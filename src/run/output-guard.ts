/**
 * Checks on a run's output before any work: the folder is really writable, nothing is overwritten
 * by accident, leftovers of a killed process are cleared, and a finished table is recognised so
 * that --resume of a complete run does nothing.
 */
import fs from 'node:fs';
import path from 'node:path';
import { InputError } from '../errors.js';
import type { PartialManifest } from '../io/segment-store.js';
import { readTableSchema } from '../io/table-reader.js';

/**
 * Refuse, before any work, outputs that cannot be written or would be overwritten: a missing or
 * unwritable folder, a folder as the output, an input file as the output (even with --force), and
 * an existing file or symbolic link (a dangling one too) without --force or --resume.
 * @param option the option naming the path in messages
 * @param inputs files the command reads (the sweep file): never overwritten
 */
export function checkOutput(outPath: string, force: boolean, resume: boolean, option = '--output', inputs: readonly string[] = []): void {
  if (outPath.trim() === '') throw new InputError(`${option}: the output name is empty; give a file name, e.g. ${option} results.arrow`);
  const dir = path.dirname(path.resolve(outPath));
  if (!fs.existsSync(dir)) throw new InputError(`${option}: folder ${dir} does not exist`);
  const st = fs.statSync(outPath, { throwIfNoEntry: false });
  if (st?.isDirectory() === true) throw new InputError(`${option}: ${outPath} is a folder; give a file name inside it, e.g. ${path.join(outPath, 'results.arrow')}`);
  for (const input of inputs) {
    if (sameFile(outPath, input)) throw new InputError(`${option}: ${outPath} is the input file ${input}; writing there would destroy it, choose another name`);
  }
  // a real probe: permission bits say nothing for root, read-only mounts or full disks
  const probe = path.join(dir, `.meltsweep-probe-${process.pid}`);
  try {
    fs.writeFileSync(probe, 'probe');
  } catch (err) {
    const code = (err as NodeJS.ErrnoException).code ?? String(err);
    throw new InputError(`--output: cannot write in folder ${dir} (${code}); choose a writable folder`);
  } finally {
    fs.rmSync(probe, { force: true });
  }
  const link = fs.lstatSync(outPath, { throwIfNoEntry: false });
  if (link !== undefined && st === undefined && !force) {
    throw new InputError(`${option}: ${outPath} is a symbolic link to a missing file (${fs.readlinkSync(outPath)}); use --force to replace the link`);
  }
  if (link !== undefined && !force && !resume) {
    throw new InputError(`${option}: ${outPath} already exists; use --force to replace it${option === '--output' ? ' (or --resume to finish a partial run)' : ''}`);
  }
}

/** Refuse a file meltsweep writes beside an output (profile table, seal) that exists, unless forced. */
export function checkCompanion(file: string, what: string, force: boolean, option = '--output'): void {
  if (force) return;
  if (fs.lstatSync(file, { throwIfNoEntry: false }) !== undefined) {
    throw new InputError(`${option}: ${file} (${what}) already exists; use --force to replace it`);
  }
}

/** Whether two paths name the same existing file (through links and relative names). */
function sameFile(a: string, b: string): boolean {
  const sa = fs.statSync(a, { throwIfNoEntry: false });
  const sb = fs.statSync(b, { throwIfNoEntry: false });
  if (sa !== undefined && sb !== undefined) return sa.dev === sb.dev && sa.ino === sb.ino;
  return path.resolve(a) === path.resolve(b);
}

/** Remove temporary files left by a process killed while publishing. */
export function removeStaleTemporaries(outPath: string): void {
  const dir = path.dirname(path.resolve(outPath));
  const prefix = `${path.basename(outPath)}.tmp-`;
  for (const name of fs.readdirSync(dir)) if (name.startsWith(prefix)) fs.rmSync(path.join(dir, name), { force: true });
}

/** Whether the published table(s) are a finished run of this sweep, rows and profile grid. */
export async function existingOutputMatches(outPath: string, manifest: PartialManifest, profilesPath: string | null): Promise<boolean> {
  const matches = async (file: string, grid: string | undefined): Promise<boolean> => {
    const md = (await readTableSchema(file)).metadata;
    return (
      md.get('meltsweep.sweep_hash') === manifest.sweepHash &&
      md.get('meltsweep.row_range') === `${manifest.rowStart}-${manifest.rowEnd}` &&
      md.get('meltsweep.profile_grid') === grid
    );
  };
  try {
    return (await matches(outPath, undefined)) && (profilesPath === null || (await matches(profilesPath, manifest.profileGrid)));
  } catch {
    return false;
  }
}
▬▬▬▬▬▬▬▬▬▬
[What needs to be done]: Looking at the material above, say how many of its lines include "import", and give nothing besides the number.

[Response box]: 5